▶ [The task]: Pull every line with the word "datetime" out of the entries below.

Stored data
+--

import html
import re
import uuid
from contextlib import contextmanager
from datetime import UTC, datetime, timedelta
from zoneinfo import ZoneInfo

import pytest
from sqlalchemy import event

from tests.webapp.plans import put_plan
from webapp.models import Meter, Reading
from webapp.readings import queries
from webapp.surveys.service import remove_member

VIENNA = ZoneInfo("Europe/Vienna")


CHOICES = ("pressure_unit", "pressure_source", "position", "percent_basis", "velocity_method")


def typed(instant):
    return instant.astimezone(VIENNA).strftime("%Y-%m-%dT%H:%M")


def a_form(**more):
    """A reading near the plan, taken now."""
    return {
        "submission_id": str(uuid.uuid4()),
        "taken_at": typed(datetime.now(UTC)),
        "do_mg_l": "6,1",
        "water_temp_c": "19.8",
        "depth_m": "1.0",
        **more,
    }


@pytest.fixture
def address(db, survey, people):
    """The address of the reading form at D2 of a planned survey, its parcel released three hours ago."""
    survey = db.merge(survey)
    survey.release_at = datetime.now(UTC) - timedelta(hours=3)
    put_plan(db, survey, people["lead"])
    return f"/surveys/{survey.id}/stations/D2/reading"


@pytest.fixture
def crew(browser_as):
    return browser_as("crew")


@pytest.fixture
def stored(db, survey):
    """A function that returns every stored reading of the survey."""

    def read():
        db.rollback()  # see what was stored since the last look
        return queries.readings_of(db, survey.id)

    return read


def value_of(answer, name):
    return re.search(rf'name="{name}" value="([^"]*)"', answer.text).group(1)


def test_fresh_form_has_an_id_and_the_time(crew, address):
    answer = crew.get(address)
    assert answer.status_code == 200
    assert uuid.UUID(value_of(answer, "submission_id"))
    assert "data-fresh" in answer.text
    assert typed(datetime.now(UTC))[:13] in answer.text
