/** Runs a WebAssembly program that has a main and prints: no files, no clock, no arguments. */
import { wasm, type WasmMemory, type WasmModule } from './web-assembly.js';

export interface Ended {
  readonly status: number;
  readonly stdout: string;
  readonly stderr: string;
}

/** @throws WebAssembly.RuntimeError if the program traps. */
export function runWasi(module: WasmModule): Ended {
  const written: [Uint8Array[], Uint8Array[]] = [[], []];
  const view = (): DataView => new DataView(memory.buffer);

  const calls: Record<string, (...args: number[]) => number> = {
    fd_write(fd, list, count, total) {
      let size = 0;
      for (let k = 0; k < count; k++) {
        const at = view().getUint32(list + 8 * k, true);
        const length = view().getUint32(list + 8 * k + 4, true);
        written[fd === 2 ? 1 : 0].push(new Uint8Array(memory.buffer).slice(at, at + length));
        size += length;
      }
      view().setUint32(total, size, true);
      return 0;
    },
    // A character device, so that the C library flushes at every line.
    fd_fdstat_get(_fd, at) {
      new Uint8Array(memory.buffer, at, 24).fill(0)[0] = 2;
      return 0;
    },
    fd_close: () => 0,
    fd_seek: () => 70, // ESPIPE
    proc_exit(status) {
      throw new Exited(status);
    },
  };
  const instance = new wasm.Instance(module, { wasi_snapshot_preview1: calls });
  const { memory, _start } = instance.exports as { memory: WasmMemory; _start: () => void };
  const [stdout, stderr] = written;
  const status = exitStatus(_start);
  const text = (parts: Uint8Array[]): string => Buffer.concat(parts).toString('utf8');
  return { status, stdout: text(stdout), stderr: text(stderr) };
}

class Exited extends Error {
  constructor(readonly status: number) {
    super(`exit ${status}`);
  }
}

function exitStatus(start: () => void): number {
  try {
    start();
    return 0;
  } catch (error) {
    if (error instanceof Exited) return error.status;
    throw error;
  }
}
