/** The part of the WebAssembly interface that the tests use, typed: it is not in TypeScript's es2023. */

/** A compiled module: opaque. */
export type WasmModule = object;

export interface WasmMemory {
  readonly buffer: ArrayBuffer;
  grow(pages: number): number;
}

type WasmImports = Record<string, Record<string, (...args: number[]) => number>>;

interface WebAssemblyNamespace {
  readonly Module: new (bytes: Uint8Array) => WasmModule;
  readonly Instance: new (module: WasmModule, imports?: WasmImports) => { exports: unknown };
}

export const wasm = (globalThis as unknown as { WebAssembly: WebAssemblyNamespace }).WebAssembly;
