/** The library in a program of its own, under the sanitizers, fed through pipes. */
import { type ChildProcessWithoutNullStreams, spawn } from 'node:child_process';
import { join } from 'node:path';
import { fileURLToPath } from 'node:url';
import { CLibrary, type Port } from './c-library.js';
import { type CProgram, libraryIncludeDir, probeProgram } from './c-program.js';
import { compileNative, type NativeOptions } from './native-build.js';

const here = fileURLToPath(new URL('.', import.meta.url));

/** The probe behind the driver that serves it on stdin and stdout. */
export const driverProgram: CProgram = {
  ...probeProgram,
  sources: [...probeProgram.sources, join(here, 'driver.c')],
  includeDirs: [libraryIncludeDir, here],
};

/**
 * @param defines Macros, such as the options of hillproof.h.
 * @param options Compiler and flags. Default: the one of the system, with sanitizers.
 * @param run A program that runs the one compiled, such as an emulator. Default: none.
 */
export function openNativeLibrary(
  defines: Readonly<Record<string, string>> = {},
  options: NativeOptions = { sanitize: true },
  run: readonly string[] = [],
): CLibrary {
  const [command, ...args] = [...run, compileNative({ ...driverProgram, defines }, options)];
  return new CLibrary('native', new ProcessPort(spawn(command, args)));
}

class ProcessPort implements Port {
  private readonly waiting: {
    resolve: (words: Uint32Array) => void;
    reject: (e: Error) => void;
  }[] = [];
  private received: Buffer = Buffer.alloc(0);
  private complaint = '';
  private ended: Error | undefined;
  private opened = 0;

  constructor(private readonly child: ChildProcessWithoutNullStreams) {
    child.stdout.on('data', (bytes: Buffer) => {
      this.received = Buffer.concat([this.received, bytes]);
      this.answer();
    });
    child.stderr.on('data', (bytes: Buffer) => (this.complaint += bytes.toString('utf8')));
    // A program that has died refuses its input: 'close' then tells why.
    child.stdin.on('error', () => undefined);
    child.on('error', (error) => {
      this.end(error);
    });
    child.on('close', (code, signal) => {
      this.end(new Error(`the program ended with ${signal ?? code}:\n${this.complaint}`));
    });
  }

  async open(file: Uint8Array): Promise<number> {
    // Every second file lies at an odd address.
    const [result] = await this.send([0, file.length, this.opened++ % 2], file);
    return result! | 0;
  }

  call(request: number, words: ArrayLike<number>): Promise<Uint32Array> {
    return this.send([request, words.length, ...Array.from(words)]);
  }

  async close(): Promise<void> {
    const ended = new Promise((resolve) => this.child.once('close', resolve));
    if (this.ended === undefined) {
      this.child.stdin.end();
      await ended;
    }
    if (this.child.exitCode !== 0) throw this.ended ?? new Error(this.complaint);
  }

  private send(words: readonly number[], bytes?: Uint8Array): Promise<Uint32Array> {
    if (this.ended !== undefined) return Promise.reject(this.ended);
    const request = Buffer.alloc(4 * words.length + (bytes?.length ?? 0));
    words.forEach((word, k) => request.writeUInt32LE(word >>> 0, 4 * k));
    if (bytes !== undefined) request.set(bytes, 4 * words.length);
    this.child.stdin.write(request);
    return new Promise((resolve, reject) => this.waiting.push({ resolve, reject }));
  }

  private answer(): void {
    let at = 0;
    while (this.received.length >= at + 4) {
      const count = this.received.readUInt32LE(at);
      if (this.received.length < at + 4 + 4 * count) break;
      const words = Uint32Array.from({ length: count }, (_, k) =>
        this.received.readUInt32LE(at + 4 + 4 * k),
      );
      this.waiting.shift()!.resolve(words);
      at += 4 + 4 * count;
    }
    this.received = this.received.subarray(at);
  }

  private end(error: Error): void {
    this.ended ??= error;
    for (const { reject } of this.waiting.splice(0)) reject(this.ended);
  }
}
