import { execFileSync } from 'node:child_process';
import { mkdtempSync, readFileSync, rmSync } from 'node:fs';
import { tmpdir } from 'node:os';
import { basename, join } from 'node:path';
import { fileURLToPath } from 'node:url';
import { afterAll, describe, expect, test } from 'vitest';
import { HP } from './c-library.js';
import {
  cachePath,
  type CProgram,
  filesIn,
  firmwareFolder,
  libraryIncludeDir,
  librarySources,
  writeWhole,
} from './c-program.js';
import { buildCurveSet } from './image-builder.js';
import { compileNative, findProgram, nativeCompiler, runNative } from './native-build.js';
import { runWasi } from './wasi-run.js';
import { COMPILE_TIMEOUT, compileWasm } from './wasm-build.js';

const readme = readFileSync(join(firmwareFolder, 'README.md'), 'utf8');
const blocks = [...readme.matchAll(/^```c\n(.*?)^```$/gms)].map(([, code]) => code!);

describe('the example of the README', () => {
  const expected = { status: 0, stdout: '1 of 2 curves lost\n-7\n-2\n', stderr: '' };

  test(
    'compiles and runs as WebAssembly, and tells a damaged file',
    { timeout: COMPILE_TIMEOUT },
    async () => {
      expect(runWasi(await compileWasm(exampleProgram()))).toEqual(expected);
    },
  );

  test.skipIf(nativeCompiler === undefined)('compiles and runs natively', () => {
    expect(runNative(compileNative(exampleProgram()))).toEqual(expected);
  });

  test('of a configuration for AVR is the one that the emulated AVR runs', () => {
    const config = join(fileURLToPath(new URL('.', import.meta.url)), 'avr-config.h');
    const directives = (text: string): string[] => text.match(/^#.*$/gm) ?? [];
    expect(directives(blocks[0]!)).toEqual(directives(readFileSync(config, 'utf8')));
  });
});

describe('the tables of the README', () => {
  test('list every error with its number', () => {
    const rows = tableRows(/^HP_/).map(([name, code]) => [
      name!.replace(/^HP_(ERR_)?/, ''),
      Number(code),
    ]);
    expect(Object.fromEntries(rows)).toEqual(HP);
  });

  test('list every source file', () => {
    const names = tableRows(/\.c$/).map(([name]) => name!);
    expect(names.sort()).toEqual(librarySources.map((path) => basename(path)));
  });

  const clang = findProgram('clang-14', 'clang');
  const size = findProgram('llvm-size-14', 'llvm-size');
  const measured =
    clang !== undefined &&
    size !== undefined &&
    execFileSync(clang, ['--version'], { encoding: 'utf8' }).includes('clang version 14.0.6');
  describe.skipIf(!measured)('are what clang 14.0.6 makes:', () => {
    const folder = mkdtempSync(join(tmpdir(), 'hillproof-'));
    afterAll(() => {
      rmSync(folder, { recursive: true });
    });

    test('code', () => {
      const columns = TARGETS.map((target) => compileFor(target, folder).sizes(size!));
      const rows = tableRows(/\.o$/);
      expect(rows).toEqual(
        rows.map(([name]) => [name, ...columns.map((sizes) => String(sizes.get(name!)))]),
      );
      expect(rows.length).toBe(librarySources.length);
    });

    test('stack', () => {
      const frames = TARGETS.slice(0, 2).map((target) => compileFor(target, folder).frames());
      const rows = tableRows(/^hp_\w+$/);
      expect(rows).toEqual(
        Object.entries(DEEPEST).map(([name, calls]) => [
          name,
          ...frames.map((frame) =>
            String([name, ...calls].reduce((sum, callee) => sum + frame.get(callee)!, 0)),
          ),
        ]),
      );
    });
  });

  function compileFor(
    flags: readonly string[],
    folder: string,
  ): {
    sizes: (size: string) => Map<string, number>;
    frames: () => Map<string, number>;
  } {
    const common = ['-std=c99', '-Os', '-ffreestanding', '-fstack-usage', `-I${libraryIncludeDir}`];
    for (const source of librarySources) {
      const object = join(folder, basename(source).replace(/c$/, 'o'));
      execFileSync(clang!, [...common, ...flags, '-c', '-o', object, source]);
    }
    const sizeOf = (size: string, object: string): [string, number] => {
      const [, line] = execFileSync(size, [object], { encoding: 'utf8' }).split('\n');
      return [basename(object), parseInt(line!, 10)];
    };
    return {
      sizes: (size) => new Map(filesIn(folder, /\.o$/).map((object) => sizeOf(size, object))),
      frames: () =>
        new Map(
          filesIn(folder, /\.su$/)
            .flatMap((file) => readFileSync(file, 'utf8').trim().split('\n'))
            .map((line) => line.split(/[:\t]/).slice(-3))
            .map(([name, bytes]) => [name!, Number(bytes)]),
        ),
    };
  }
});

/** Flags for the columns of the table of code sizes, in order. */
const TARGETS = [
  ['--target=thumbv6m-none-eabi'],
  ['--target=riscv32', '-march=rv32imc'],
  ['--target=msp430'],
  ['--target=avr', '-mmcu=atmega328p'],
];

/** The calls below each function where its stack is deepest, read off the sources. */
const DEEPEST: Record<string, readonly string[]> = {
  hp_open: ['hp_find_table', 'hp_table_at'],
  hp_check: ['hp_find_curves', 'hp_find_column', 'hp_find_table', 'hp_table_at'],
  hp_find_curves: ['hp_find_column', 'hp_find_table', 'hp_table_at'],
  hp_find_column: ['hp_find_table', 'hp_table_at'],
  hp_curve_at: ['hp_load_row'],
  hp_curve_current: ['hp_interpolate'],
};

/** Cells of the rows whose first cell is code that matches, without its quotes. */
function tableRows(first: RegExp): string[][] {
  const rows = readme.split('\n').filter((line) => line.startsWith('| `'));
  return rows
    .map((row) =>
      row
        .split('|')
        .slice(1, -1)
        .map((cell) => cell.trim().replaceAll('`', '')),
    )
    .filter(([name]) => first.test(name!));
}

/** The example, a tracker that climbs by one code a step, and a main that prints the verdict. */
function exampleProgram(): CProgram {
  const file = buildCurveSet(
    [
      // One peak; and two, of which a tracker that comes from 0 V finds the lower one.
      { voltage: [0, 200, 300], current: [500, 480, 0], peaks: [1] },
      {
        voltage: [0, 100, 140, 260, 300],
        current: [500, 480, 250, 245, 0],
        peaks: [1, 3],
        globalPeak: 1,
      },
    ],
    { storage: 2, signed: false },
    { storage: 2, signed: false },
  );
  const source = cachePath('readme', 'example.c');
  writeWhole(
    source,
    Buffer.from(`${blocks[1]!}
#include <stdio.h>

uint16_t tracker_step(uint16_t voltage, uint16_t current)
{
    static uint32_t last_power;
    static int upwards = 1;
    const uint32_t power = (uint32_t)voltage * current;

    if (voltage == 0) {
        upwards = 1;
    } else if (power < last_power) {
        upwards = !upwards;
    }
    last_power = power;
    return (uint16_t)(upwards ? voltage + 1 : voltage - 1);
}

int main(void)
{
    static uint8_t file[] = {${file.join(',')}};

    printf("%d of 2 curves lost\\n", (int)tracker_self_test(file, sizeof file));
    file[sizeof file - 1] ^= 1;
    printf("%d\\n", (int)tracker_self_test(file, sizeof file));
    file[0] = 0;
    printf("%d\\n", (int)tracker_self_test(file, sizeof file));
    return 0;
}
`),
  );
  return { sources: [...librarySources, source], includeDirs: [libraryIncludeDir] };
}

+--

▶ [Result below]:
from datetime import UTC, datetime, timedelta
        "taken_at": typed(datetime.now(UTC)),
    survey.release_at = datetime.now(UTC) - timedelta(hours=3)
    assert typed(datetime.now(UTC))[:13] in answer.text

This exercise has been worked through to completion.